杜利沙夫是何等人物,克伦斯脑海中只要一想到对方恐怖的目光,就感到不寒而栗。
「这消息是昨天释放出来的,现在全国无论黑白两道都跃跃欲试,就连苏格兰那都有组织特别调人下来了。」
「没想到我们竟然有这麽高的身价……可恶!要捉就捉我好了,居然还想折磨这麽小的孩子!」
原本还想调侃自己,但一想到心爱的孩子,克伦斯的口气不禁气愤起来。
「不,我想他是觊觎杰米的能力。」法森特垂下眼睫,其实他一点也不想伤害克伦斯,但他还是把话说了出去。
「那种力量太恐怖了,不管是对持有者本身或对犯罪者而言…………」
「我晓得,但这并不是杰米的错。」听了法森特的话,克伦斯抿了抿嘴唇,疲累地往後头的沙发倒去。
「法森特,无论发生了什麽事,我都不能让杜利沙夫捉走杰米。」
见克伦斯这副模样,法森特转过身拿起了放在桌上的报纸,向前递给了克伦斯。
「这是今天的晚报,你大概还没看吧?上头提到了这次的骚动,政府方面表示撤查到底,因此呼吁你出面协助调查,并确保你与杰米的人身安全。
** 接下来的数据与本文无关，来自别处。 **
DEF_PERIOD = (
    "Period: a family is counted when its cascade start date (the proband's result, see below) falls "
    "from the first to the last day of the period, both included. Events are counted up to the last day "
    "of the period; later events are not counted."
)
DEF_PROBAND_RESULT = (
    "Proband's result (cascade start): the date of the family's first positive genetic result, that is "
    "the first result 'carrier' of the family's P/LP variant, or the day the variant was first classified "
    "P/LP if that came later. A family without one has no cascade start date: it is shown on its own "
    "and left out of the clinic's figures and of every time figure."
)
DEF_AT_RISK = (
    "At-risk relative (the denominator of every percentage): a blood relative of the proband not recorded "
    "as deceased, not the proband, not a member drawn only to connect the pedigree, and not ruled out by "
    "the pedigree as the record stands at the end of the period (for example a child of a relative who tested "
    "non-carrier). Relatives who tested non-carrier stay in: they were at risk until their test."
)
DEF_DEGREE = (
    "Degree of relationship to the proband: first (parents, children, full siblings), second "
    "(grandparents, grandchildren, aunts and uncles, nieces and nephews, half siblings), more distant "
    "(third degree or further), counted on the pedigree as tracker.domain.pedigree does."
)
DEF_INFORMED = (
    "Informed: the relative's first contact is on or before the last day of the period. First contact "
    "is the earliest of: the first recorded contact that reached the relative, and the first "
    "counselling, genetic test, screening visit or recorded decline (each implies the relative "
    "had been told). A relative recorded as told without a date counts as informed."
)
DEF_COUNSELLED = "Counselled: a recorded genetic counselling on or before the last day of the period."
DEF_TESTED = (
    "Tested: a genetic test of the relative (predictive or diagnostic, any result, here or elsewhere) "
    "dated on or before the last day of the period."
)
DEF_SCREENED = (
    "Screened: a clinical screening visit of the relative (echocardiogram, cardiac MRI or clinic visit; "
    "an ECG alone is not counted; here or elsewhere) dated on or before the last day of the period."
)
DEF_DECLINED = (
    "Declined: the relative's decline of testing or screening is recorded, dated on or before the last "
    "day of the period (an undated decline counts)."
)
DEF_NOT_REACHABLE = (
    "Not reachable: the record says the relative cannot be reached (lost to follow-up, wrong address, "
    "moved away) and no later contact reached them, dated on or before the last day of the period (an "
    "undated one counts)."
)
DEF_ROUTE = (
    "Informed through the family or directly: how the first contact that reached the relative was "
    "made. Through the family: a relative passed the news on (recorded as such). Directly: a letter, "
    "phone call or clinic contact from the clinic. Not recorded: informed, but the route is unknown "
    "(for example known only from a test). Denominator: the relatives informed."
)
DEF_TIME_TO_CONTACT = (
    "Time to first contact: days from the proband's result to the relative's first contact (as under "
    "Informed). A relative not yet contacted is censored at the last day of the period, never dropped. "
    "A first contact before the proband's result counts as 0 days; a relative born after the proband's "
    "result is timed from their birth. A relative recorded as told on an unknown day is left out of "
    "this figure and counted beside it. Curve: Kaplan-Meier estimate "
    "(statsmodels SurvfuncRight), drawn as the proportion contacted. Median: the first time at which "
    "the estimated proportion not yet contacted falls below one half (statsmodels' quantile rule); "
    "'not reached' when it never does within the follow-up."
)
DEF_TIME_TO_TEST = (
    "Time to test: days from the proband's result to the relative's first genetic test (as under "
    "Tested). A relative not yet tested is censored at the last day of the period, whether or not they "
    "declined or could not be reached. A test before the proband's result counts as 0 days. Curve and "
    "median as for time to first contact."
)
DEF_FUNNEL = (
    "Cascade funnel: the at-risk relatives, then those informed, counselled, tested and screened, each "
    "bar a count of the at-risk relatives with its percentage of them. The stages are not nested: a "
    "relative may be screened without a genetic test, or tested without recorded counselling."
)
DEFINITIONS: dict[str, str] = {
    "period": DEF_PERIOD,
    "proband_result": DEF_PROBAND_RESULT,
    "at_risk": DEF_AT_RISK,
    "degree": DEF_DEGREE,
    "informed": DEF_INFORMED,
    "counselled": DEF_COUNSELLED,
    "tested": DEF_TESTED,
    "screened": DEF_SCREENED,
    "declined": DEF_DECLINED,
    "not_reachable": DEF_NOT_REACHABLE,
    "informed_route": DEF_ROUTE,
    "time_to_first_contact": DEF_TIME_TO_CONTACT,
    "time_to_test": DEF_TIME_TO_TEST,
    "funnel": DEF_FUNNEL,
}
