@dataclass(frozen=True)
class FamilyState:
    """Everything the cascade, reclassification and recall engines need for one family."""

    family: str
    pedigree: Pedigree
    variant: VariantInfo | None
    variants: tuple[VariantInfo, ...]
    genotypes: FamilyGenotypes
    facts: Mapping[str, PersonFacts]
    features: frozenset[str]
    feature_reasons: Mapping[str, str]
    eligible_since: dt.date | None
    seen: frozenset[str]
    states: Mapping[str, PersonState]
    not_scheduled: Mapping[str, str]
    results: pd.DataFrame = field(repr=False, default_factory=pd.DataFrame)
    notes: tuple[str, ...] = ()

    @property
    def variant_class(self) -> str | None:
        return self.variant.current_class if self.variant else None

    @property
    def affected(self) -> dict[str, str | None]:
        return {p: f.affected_status for p, f in self.facts.items()}

    @property
    def last_visit(self) -> dict[str, dt.date | None]:
        return {p: f.last_visit for p, f in self.facts.items()}


# --------------------------------------------------------------------------- small helpers


def _blank(v: object) -> bool:
    if v is None:
        return True
    try:
        return bool(pd.isna(v))
    except (TypeError, ValueError):
        return False


def _text(v: object) -> str | None:
    return None if _blank(v) or str(v).strip() == "" else str(v).strip()


def _flag(v: object) -> bool:
    return False if _blank(v) else bool(v)


def _date(v: object) -> dt.date | None:
    if _blank(v):
        return None
    if isinstance(v, dt.datetime):
        return v.date()
    if isinstance(v, dt.date):
        return v
    return dt.date.fromisoformat(str(v).strip())


def _partial(v: object) -> PartialDate | None:
    if _blank(v):
        return None
    if isinstance(v, PartialDate):
        return v
    if isinstance(v, dt.date):
        return PartialDate(v)
    return parse_partial_date(str(v))


def _max_date(*dates: dt.date | None) -> dt.date | None:
    present = [d for d in dates if d is not None]
    return max(present) if present else None


def symptom_phrases(text: object) -> frozenset[str]:
    """Symptom phrases of a free-text cell: split at ';' and ',', trimmed, lower case."""
    if _blank(text):
        return frozenset()
    return frozenset(p.strip().lower() for p in re.split(r"[;,]", str(text)) if p.strip())
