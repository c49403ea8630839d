"""Import of DICOM echocardiography measurement reports (TID 5200 and TID 5300), built here with highdicom.

All patients, identifiers and values are invented.
"""

from __future__ import annotations

import json
from pathlib import Path

import pytest
from sqlalchemy import text

from tracker.io import dicom_sr
from tracker.store.database import locate, make_engine

pytest.importorskip("highdicom")

FAMILIES = "family,condition,notes\nFAM-DS,hypertrophic cardiomyopathy,\n"
_HEADER = ("person,family,given_name,family_name,sex_at_birth,gender_identity,birth_date,vital_status,death_date,"
           "mother,father,placeholder,proband,twin_of,twin_type,adoption,contact_status,contact_status_date,notes,"
           "external_id\n")
PEOPLE = (
    _HEADER
    + "DS-1,FAM-DS,,,female,,1970-03-02,alive,,,,no,yes,,,,,,,H100234\n"
    + "DS-2,FAM-DS,,,male,,1998-07-15,alive,,,,no,no,,,,,,,H100777\n"
    + "DS-3,FAM-DS,,,male,,2001-01-20,alive,,,,no,no,,,,,,,\n"
)


def _code(value, scheme, meaning):
    from pydicom.sr.coding import Code

    return Code(value, scheme, meaning)


def _num(code, scheme, meaning, value, unit, site=None):
    import highdicom as hd

    item = hd.sr.NumContentItem(name=_code(code, scheme, meaning), value=value,
                                unit=_code(unit, "UCUM", unit), relationship_type="CONTAINS")  # fmt: skip
    if site is not None:
        mod = hd.sr.CodeContentItem(name=_code("363698007", "SCT", "Finding Site"), value=_code(*site),
                                    relationship_type="HAS CONCEPT MOD")  # fmt: skip
        item.ContentSequence = hd.sr.ContentSequence([mod])
    return item


def _container(code, scheme, meaning, children, root=False):
    import highdicom as hd

    c = hd.sr.ContainerContentItem(name=_code(code, scheme, meaning),
                                   relationship_type=None if root else "CONTAINS")  # fmt: skip
    c.ContentSequence = hd.sr.ContentSequence(children, is_root=False)
    return c


def _write_sr(path: Path, content, patient_id="H100234", study_date="20240611", size=None, weight=None) -> Path:
    """A Comprehensive SR document holding ``content`` (the root container), for an invented patient."""
    import highdicom as hd
    from pydicom.dataset import Dataset
    from pydicom.uid import generate_uid

    evidence = Dataset()  # the header of an invented ultrasound image the report refers to
    evidence.SOPClassUID = "1.2.840.10008.5.1.4.1.1.6.1"
    evidence.SOPInstanceUID = generate_uid()
    evidence.StudyInstanceUID = generate_uid()
    evidence.SeriesInstanceUID = generate_uid()
    evidence.PatientID = patient_id
    evidence.PatientName = "Invented^Patient"
    evidence.PatientBirthDate = "19700302"
    evidence.PatientSex = "F"
    evidence.StudyDate = study_date
    evidence.StudyTime = "101500"
    evidence.StudyID = "1"
    evidence.AccessionNumber = "A1"
    evidence.ReferringPhysicianName = ""
    evidence.Modality = "US"
    sr = hd.sr.ComprehensiveSR(evidence=[evidence], content=content, series_instance_uid=generate_uid(),
                               series_number=1, sop_instance_uid=generate_uid(), instance_number=1,
                               manufacturer="tracker tests", record_evidence=False)  # fmt: skip
    if size is not None:
        sr.PatientSize = size
    if weight is not None:
        sr.PatientWeight = weight
    sr.save_as(path)
    return path
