def _person_table(res, data, random_slope: bool) -> pd.DataFrame:
    re = pd.DataFrame.from_dict(res.random_effects, orient="index")
    fixed_slope = float(res.fe_params["age_c"])
    ri = re.iloc[:, 0].to_numpy(dtype=float)
    rs = re["age_c"].to_numpy(dtype=float) if random_slope else np.zeros(len(re))
    n = data.groupby("person").size().reindex(re.index).to_numpy()
    return pd.DataFrame(
        {
            "person": re.index.astype(str).to_numpy(dtype=object),
            "n": n,
            "random_intercept": ri,
            "random_slope": rs,
            "fixed_slope": np.full(len(re), fixed_slope),
            "slope": fixed_slope + rs,
        },
        columns=PERSON_COLUMNS,
    )


def fit_mixed(
    df: pd.DataFrame,
    measure: str,
    y: str = "value",
    covariates: Sequence[str] = ("sex", "genotype"),
    age_centre: float | None = None,
    reml: bool = True,
    method: str | Sequence[str] | None = None,
) -> MixedFit:
    """Linear mixed model of one measure over age, with fall-backs.

    Model (statsmodels MixedLM, REML by default), rows of ``measure`` only,
    grouped by person (the key is (person, measure)):

        y ~ age_c + C(sex) + C(genotype),  random intercept and random age_c slope
        per person (re_formula "~age_c", unstructured 2x2 covariance),

    age_c = age_years - ``age_centre`` (default: mean age of the rows used),
    years.  sex / genotype enter only when present with at least two levels;
    missing values are coded "unknown".  The person's shrunken slope is the
    fixed age slope plus the person's random-slope BLUP.

    Convergence: every warning is captured and returned.  The fit is taken as
    failed (and the next model tried) when the optimiser does not converge,
    raises, statsmodels reports a non-positive-definite Hessian, or a
    random-effect variance is at zero (or the intercept-slope correlation at
    +/-1) by a scale-free check (``BOUNDARY_FRACTION``).  statsmodels' own
    "MLE may be on the boundary" warning uses an absolute threshold (a
    variance below 0.01 squared units, which depends on the unit), so it is
    reported but does not by itself reject the fit.
    Order: random intercept and slope -> random intercept only -> per-person
    OLS (``trends.per_person_ols``, unshrunken); ``model_used`` and
    ``messages`` say which was used.
    ``method`` is passed to ``MixedLM.fit`` (statsmodels' default when None).
    """
    data, centre, formula, notes = _prepare(df, measure, y, covariates, age_centre)
    n_people = int(data["person"].nunique())
    all_warnings: list[str] = []
    messages: list[str] = list(notes)
    fit_kw = {} if method is None else {"method": method}

    if n_people >= 2 and len(data) > n_people:
        for re_formula, label in (("~age_c", RANDOM_SLOPE), (None, RANDOM_INTERCEPT)):
            res, texts, problems = _try_mixed(formula, data, re_formula, reml, fit_kw.get("method"))
            all_warnings.extend(texts)
            if res is not None and not problems:
                messages.append(f"Used the {label} mixed model.")
                cov = np.asarray(res.cov_re, dtype=float)
                vc = {
                    "intercept_var": float(cov[0, 0]),
                    "slope_var": float(cov[1, 1]) if cov.shape[0] > 1 else float("nan"),
                    "intercept_slope_cov": float(cov[0, 1]) if cov.shape[0] > 1 else float("nan"),
                    "residual_var": float(res.scale),
                }
                if label == RANDOM_INTERCEPT:
                    messages.append(
                        "No between-person slope variation was estimated: every person's slope "
                        "equals the population slope."
                    )
                return MixedFit(
                    measure=measure, variable=y, model_used=label, converged=True, formula=formula,
                    re_formula=re_formula, age_centre_years=centre, n_people=n_people,
                    n_observations=len(data), fixed_effects=_fixed_table(res),
                    variance_components=vc,
                    person_effects=_person_table(res, data, random_slope=re_formula is not None),
                    warnings=tuple(all_warnings), messages=tuple(messages),
                )
            messages.append(f"The {label} mixed model was not usable: " + "; ".join(problems) + ".")
    else:
        messages.append("Too few people or repeat studies for a mixed model.")

    ols_input = pd.DataFrame(
        {"person": data["person"], "measure": measure, "age_years": data["age_c"] + centre, y: data[y]}
    )
    ols = trends.per_person_ols(ols_input, y=y)
    messages.append("Used per-person OLS slopes (not shrunk towards the population).")
    person = pd.DataFrame(
        {
            "person": ols["person"].to_numpy(dtype=object),
            "n": ols["n"].to_numpy(),
            "random_intercept": np.nan,
            "random_slope": np.nan,
            "fixed_slope": np.nan,
            "slope": ols["slope"].to_numpy(dtype=float),
        },
        columns=PERSON_COLUMNS,
    )
    nan = float("nan")
    return MixedFit(
        measure=measure, variable=y, model_used=PER_PERSON_OLS, converged=False, formula=formula,
        re_formula=None, age_centre_years=centre, n_people=n_people, n_observations=len(data),
        fixed_effects=pd.DataFrame(columns=FIXED_COLUMNS),
        variance_components={"intercept_var": nan, "slope_var": nan, "intercept_slope_cov": nan,
                             "residual_var": nan},
        person_effects=person, warnings=tuple(all_warnings), messages=tuple(messages),
    )


# --------------------------------------------------------------------------- empirical Bayes

EB_COLUMNS = [
    "person", "measure", "n", "slope_ols", "se_used", "se_source", "population_slope", "tau2",
    "shrinkage_weight", "slope_eb", "se_eb", "k_people",
]


def empirical_bayes_slopes(
    df: pd.DataFrame,
    measure: str | None = None,
    by: Sequence[str] = (),
    y: str = "value",
    se_source: str = "pooled",
) -> pd.DataFrame:
    """Two-stage empirical-Bayes slopes per (person, measure), vectorised.

    Stage 1: per-person OLS slope b_i over age (``trends.per_person_ols``),
    with sampling variance v_i = s^2 / Sxx_i.  s^2 is

    * ``se_source="pooled"`` (default): the measure's pooled residual variance
      sum(SSE_i) / sum(n_i - 2) over people with >= 3 studies, for everybody.
      Measurement error is a property of the method, not the person (the same
      assumption as the single Sw behind the LSC and as MixedLM's one residual
      variance), and a person's own s^2 from 1-2 degrees of freedom is too noisy
      to weight by;
    * ``se_source="own"``: the person's own residual variance when n_i >= 3.

    People with exactly 2 studies always use the pooled variance (they have no
    residual degrees of freedom).  People with fewer than 2 studies are left out.

    Stage 2, per measure (and per covariate group given by the ``by`` columns,
    e.g. ``("sex", "genotype")``): w_i = 1 / v_i; fixed-effect group means
    m_g = sum(w b) / sum(w); Q = sum w_i (b_i - m_g(i))^2 with k people and G
    groups; the method-of-moments between-person slope variance

        tau^2 = max(0, (Q - (k - G)) / (sum w - sum_g [sum_g w^2 / sum_g w]))

    which for G = 1 is the DerSimonian-Laird estimator (DerSimonian R, Laird N,
    Meta-analysis in clinical trials, Control Clin Trials 1986;7:177-88) and for
    G > 1 its usual meta-regression form with group indicators (method of
    moments; e.g. Thompson SG, Sharp SJ, Stat Med 1999;18:2693-708, from memory,
    verify).  Population (group) mean mu_g = sum(b / (v + tau^2)) / sum(1 / (v + tau^2)).
    Shrinkage weight B_i = tau^2 / (tau^2 + v_i) and

        slope_eb_i = mu_g + B_i (b_i - mu_g),   se_eb_i = sqrt(B_i v_i)

    (se_eb ignores the uncertainty of mu_g and tau^2, so it is a little small
    for small cohorts).  With tau^2 = 0 every slope equals mu_g.  A measure with
    k <= G people (or no person with >= 3 studies for the pooled variance) has
    NaN tau^2 and slope_eb.

    Columns (``EB_COLUMNS`` plus the ``by`` columns after measure): person,
    measure, n, slope_ols, se_used, se_source ("own"/"pooled"),
    population_slope (mu_g), tau2, shrinkage_weight (B_i), slope_eb, se_eb,
    k_people (people with a slope in the measure).  Units: catalogue unit per
    year (z per year for ``y="z"``).
    """
    if se_source not in ("pooled", "own"):
        raise ValueError("se_source must be 'pooled' or 'own'")
    d = df if measure is None else df[df["measure"] == measure]
    return empirical_bayes_from_ols(trends.per_person_ols(d, y=y), d, by, se_source)


def empirical_bayes_from_ols(
    ols: pd.DataFrame, d: pd.DataFrame | None = None, by: Sequence[str] = (), se_source: str = "pooled"
) -> pd.DataFrame:
    """Stage 2 of :func:`empirical_bayes_slopes` from the stage-1 table (``trends.per_person_ols``
    output: person, measure, n, slope, sxx, resid_sd), so that a cohort's stage-1 rows computed a
    batch of families at a time give the same result as one pass (given in the same row order).
    ``d`` (the measurement frame) is needed only for ``by`` columns."""
    if se_source not in ("pooled", "own"):
        raise ValueError("se_source must be 'pooled' or 'own'")
    by = list(by)
    t = ols[(ols["n"] >= 2) & np.isfinite(ols["slope"])].reset_index(drop=True)
    if by:
        missing = [c for c in by if c not in d.columns]
        if missing:
            raise ValueError(f"input frame lacks columns {missing}")
        tkey, dkey = trends._key_codes(t, d)
        attrs = d[by].groupby(dkey).first().reindex(tkey)  # first non-missing value per series
        for c in by:
            t[c] = attrs[c].astype(object).where(attrs[c].notna(), "unknown").to_numpy(dtype=object)

    n = t["n"].to_numpy(dtype=float)
    dof = np.where(n >= 3, n - 2.0, 0.0)
    own_s2 = t["resid_sd"].to_numpy(dtype=float) ** 2
    sse = np.where(n >= 3, own_s2 * dof, 0.0)
    meas = t["measure"]
    pooled_s2 = (
        pd.Series(sse).groupby(meas).transform("sum") / pd.Series(dof).groupby(meas).transform("sum")
    ).to_numpy(dtype=float)
    sxx = t["sxx"].to_numpy(dtype=float)
    use_own = (se_source == "own") & (n >= 3) & (own_s2 > 0)
    s2 = np.where(use_own, own_s2, pooled_s2)
    with np.errstate(divide="ignore", invalid="ignore"):
        v = s2 / sxx
        w = 1.0 / v
    b = t["slope"].to_numpy(dtype=float)

    gkeys = [meas] + [t[c] for c in by]
    work = pd.DataFrame({"w": w, "wb": w * b, "w2": w * w})
    sw_g = work["w"].groupby(gkeys).transform("sum").to_numpy()
    swb_g = work["wb"].groupby(gkeys).transform("sum").to_numpy()
    sw2_g = work["w2"].groupby(gkeys).transform("sum").to_numpy()
    m_fe = swb_g / sw_g
    q_i = w * (b - m_fe) ** 2
    gsize = work["w"].groupby(gkeys).transform("size").to_numpy(dtype=float)
    per = pd.DataFrame(
        {
            "q": q_i,
            "w": w,
            "one": 1.0,
            "g_term": (sw2_g / sw_g) / gsize,  # sums to sum_g(sum w^2 / sum w) within a measure
            "g_count": 1.0 / gsize,  # sums to the number of groups G within a measure
        }
    )
    tot = per.groupby(meas).transform("sum")
    k = tot["one"].to_numpy()
    n_groups = tot["g_count"].to_numpy()
    denom = tot["w"].to_numpy() - tot["g_term"].to_numpy()
    with np.errstate(divide="ignore", invalid="ignore"):
        tau2 = np.where(k - n_groups > 0, np.maximum(0.0, (tot["q"].to_numpy() - (k - n_groups)) / denom), np.nan)
        w_re = 1.0 / (v + tau2)
    re = pd.DataFrame({"w": w_re, "wb": w_re * b})
    mu = (re["wb"].groupby(gkeys).transform("sum") / re["w"].groupby(gkeys).transform("sum")).to_numpy()
    with np.errstate(divide="ignore", invalid="ignore"):
        shrink = np.where(tau2 + v > 0, tau2 / (tau2 + v), np.nan)
    slope_eb = mu + shrink * (b - mu)
    se_eb = np.sqrt(shrink * v)
    out = pd.DataFrame(
        {
            "person": t["person"].to_numpy(dtype=object),
            "measure": meas.to_numpy(dtype=object),
            **{c: t[c].to_numpy(dtype=object) for c in by},
            "n": t["n"].to_numpy(),
            "slope_ols": b,
            "se_used": np.sqrt(v),
            "se_source": np.where(use_own, "own", "pooled").astype(object),
            "population_slope": mu,
            "tau2": tau2,
            "shrinkage_weight": shrink,
            "slope_eb": slope_eb,
            "se_eb": se_eb,
            "k_people": k.astype(np.int64),
        }
    )
    return out[EB_COLUMNS[:2] + by + EB_COLUMNS[2:]]
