KEPT: dict[str, dict[str, str]] = {
    "families": {"family": FAMILY},
    "people": {
        "person": PERSON, "family": FAMILY, "sex_at_birth": KEEP, "birth_date": DATE,
        "vital_status": KEEP, "death_date": DATE, "mother": PERSON, "father": PERSON,
        "placeholder": KEEP, "proband": KEEP, "twin_of": PERSON, "twin_type": KEEP,
        "adoption": KEEP, "contact_status": KEEP, "contact_status_date": DATE,
        # Revision 0006: a controlled vocabulary and whole years.  The device dates (which may be
        # year-only) and the free-text place of diagnosis are not kept.
        "death_cause": KEEP, "death_age": KEEP, "diagnosis_age": KEEP,
    },
    "variants": {
        "family": FAMILY, "gene": KEEP, "transcript": KEEP, "hgvs_c": KEEP, "hgvs_p": KEEP,
        "zygosity": KEEP, "acmg_class": KEEP, "classified_on": DATE,
    },
    "genetic-results": {
        "person": PERSON, "test_date": DATE, "test_type": KEEP, "variant": KEEP, "result": KEEP,
    },
    "assessments": {
        "person": PERSON, "assessment_date": DATE, "affected_status": KEEP,
        "competitive_athlete": KEEP, "pregnant": KEEP, "hypertension": KEEP,
        # HCM Risk-SCD answers: yes / no / empty, a controlled vocabulary
        "family_history_scd": KEEP, "nsvt": KEEP, "unexplained_syncope": KEEP,
        "prior_arrest_or_sustained_vt": KEEP, "metabolic_or_syndromic": KEEP, "atrial_fibrillation": KEEP,
    },
    "studies": {
        "person": PERSON, "study_date": DATE, "modality": KEEP, "site": SITE, "height_cm": KEEP,
        "weight_kg": KEEP, "measure": KEEP, "value": KEEP, "unit": KEEP,
    },
    # The contact log (revision 0012): the controlled words, the dates and the family member (hashed)
    # stay; notes, the letter's template name, the other centre, its document reference, a visit's
    # purpose and the discharge advice are free text and are dropped (as every other free text).
    "contact-events": {
        "person": PERSON, "event_date": DATE, "channel": KEEP, "by_role": KEEP, "via": PERSON, "outcome": KEEP,
        "later_date": DATE,
    },
    "contact-wishes": {"person": PERSON, "wish": KEEP, "via": PERSON, "recorded_date": DATE, "ended_date": DATE},
    "letters-sent": {
        "person": PERSON, "kind": KEEP, "sent_date": DATE, "sent_to": KEEP, "via": PERSON, "reply_date": DATE,
    },
    "external-results": {"person": PERSON, "kind": KEEP, "result_date": DATE, "variant": KEEP, "result": KEEP},
    "bookings": {"person": PERSON, "visit_date": DATE, "cancelled_date": DATE},
    "discharges": {
        "person": PERSON, "discharge_date": DATE, "variant": KEEP, "acmg_class": KEEP, "classified_on": DATE,
    },
}  # fmt: skip
# The contact log's kinds: an older caller may leave them out (they are then not written).
CONTACT_KINDS = ("contact-events", "contact-wishes", "letters-sent", "external-results", "bookings", "discharges")

# The column names a date becomes in ages mode.
AGE_NAMES = {
    ("people", "contact_status_date"): "age_at_contact_status",
    ("people", "death_date"): "age_at_death",
    ("variants", "classified_on"): "years_since_first_classification",
    ("genetic-results", "test_date"): "age_at_test",
    ("assessments", "assessment_date"): "age_at_assessment",
    ("studies", "study_date"): "age_at_study",
    ("contact-events", "event_date"): "age_at_contact",
    ("contact-events", "later_date"): "age_at_contact_asked_for",
    ("contact-wishes", "recorded_date"): "age_at_wish",
    ("contact-wishes", "ended_date"): "age_at_wish_ended",
    ("letters-sent", "sent_date"): "age_at_letter",
    ("letters-sent", "reply_date"): "age_at_reply",
    ("external-results", "result_date"): "age_at_external_result",
    ("bookings", "visit_date"): "age_at_booked_visit",
    ("bookings", "cancelled_date"): "age_at_booking_cancelled",
    ("discharges", "discharge_date"): "age_at_discharge",
    ("discharges", "classified_on"): "age_at_class_relied_on",
}


@dataclass(frozen=True)
class SmallCells:
    """How many cells of sex x age band x gene hold fewer people than the threshold."""

    threshold: int
    cells: int  # non-empty cells
    below: int  # cells with 0 < count < threshold
    people_in_below: int

    @property
    def categories(self) -> str:
        return f"sex at birth x {AGE_BAND_YEARS}-year age band x family variant gene"

    def as_dict(self) -> dict:
        return {
            "categories": self.categories,
            "threshold": self.threshold,
            "cells": self.cells,
            "cells_below_threshold": self.below,
            "people_in_cells_below_threshold": self.people_in_below,
        }


@dataclass
class Extract:
    frames: dict[str, pd.DataFrame]
    dates: str
    kept: dict[str, list[str]]  # output columns per kind
    dropped: dict[str, list[str]]  # input columns not written, per kind
    small_cells: SmallCells
    made_on: dt.date
    people: int = 0
    families: int = 0
    rows: dict[str, int] = field(default_factory=dict)


# --------------------------------------------------------------------------- keyed codes


def key_bytes(key: str | bytes) -> bytes:
    """The key as bytes; refused when missing or shorter than :data:`MIN_KEY_CHARS`."""
    raw = key.encode("utf-8") if isinstance(key, str) else bytes(key)
    if len(raw) < MIN_KEY_CHARS:
        raise UserError(f"the pseudonym key is too short: it needs at least {MIN_KEY_CHARS} characters")
    return raw


def keyed_hex(key: bytes, domain: str, value: str) -> str:
    """Hex HMAC-SHA256 (RFC 2104, FIPS 198-1) of ``domain + ":" + value`` under ``key``."""
    return hmac.new(key, f"{domain}:{value}".encode("utf-8"), hashlib.sha256).hexdigest()


def person_code(key: bytes, code: str) -> str:
    return PERSON_PREFIX + keyed_hex(key, "person", code)[:PERSON_HEX]


def family_code(key: bytes, code: str) -> str:
    return FAMILY_PREFIX + keyed_hex(key, "family", code)[:FAMILY_HEX]


def site_code(key: bytes, site: str) -> str:
    return SITE_PREFIX + keyed_hex(key, "site", site)[:SITE_HEX]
」
「这些年来戴约克都在为政府做事,藉由他的关系,你和我都晓得那些人办事的态度……」认真地看完了报纸的内容,克伦斯缓缓摇著头叹道:
「你也知道,我和杰米投身政府保护的下场,不是死……」克伦斯说著说著不禁怔了一怔。
「杰米也会被捉去研究,不然就是成为权力者犯罪的工具。」
「是的,他太有研究价值了,事情演变到最後的结果,正义不会得以伸张……」法森特说到这里也忍不住顿一顿。「杜利沙夫会因罪证不足而被释放,而杰米则会沦落成为政府的白老鼠。」
「不!我不能让这种事发生!」听完法森特的话,克伦斯的双眸露出慌张的神情,那是身为挚友的法森特头一次见到他那麽不知所措的模样。
「法森特,目前我身边的人都已经被跟踪了,但他们应该还不知道我与你之间的关系,我不晓得他们会不会很快查到这里来,但我现在真的无路可去。」
「你说那是什麽话?不来我这你还想去哪?」法森特叫了出来:「你现在打算怎麽办?此时留在英国太危险,去苏格兰也不是保险的做法,要我派人护送你们出境吗?」
「我想这是唯一的办法,但这麽做并不容易,甚至可能曝露出你的身份,让你与杜利沙夫和整个圣十字为敌……」
「别再对我说那些客套话,不然我就要翻脸了!我与你和戴约克打从初中就认识了,若不是前几年你为了掀出艾伦议员等人贪污渎职的弊案,担心牵连我与戴约克而与我俩断绝来往,我们三人至今都还是最好的朋友。」法森特说到这里,顿了顿道:「……还有苏莉亚她也是。」
「抱歉,因为我的任性造成了这种结果。」
想起亡妻,克伦斯脸色一沉,低下头自责万分,见他一副伤感的模样,法森特重重叹了一口气,走向前伸手抬起克伦斯的脸旁,诚挚地对他说:
「你别胡思乱想,不管是当时或现在的事,我从来都不觉得你做的是错的。」
「谢谢你,法森特,」对於好友的安慰,克伦斯筋疲力尽的脸上露出了浅浅笑容。
「你要到法国去吗?那里是苏莉亚的祖国,你若到那就会有密瓦尔家的人接应。圣十字组织的人虽然势力强大,但对密瓦尔家族还是有些顾忌,应该不会冒然出手才是。」
「我只打算将杰米托付他们後就离开,杰米是密瓦尔最直系的血统继承人,我相信他们会全心全意的保护杰米。」
「那你呢?自己打算怎麽办,莫非打算一直过著逃离的生活?」
「你晓得我并不担心自己的安危,只是杰米还那麽小。」昏黄的灯光下,克伦斯透由玻璃看著低头坐在客厅里的杰米,眼中尽是浓浓的父爱。「我不能带著那孩子到处逃,这麽做只会让他更加危险……」
克伦斯说著说著,疲累地倚在沙发上睡著了,法森特怜惜地为他盖上毯子,望著挚友虚弱的模样,法森特不难想像这几天带著一个孩子逃亡在外的他有多麽的心力交瘁。
深深叹了一口气,转过身他开始拨起第一通电话。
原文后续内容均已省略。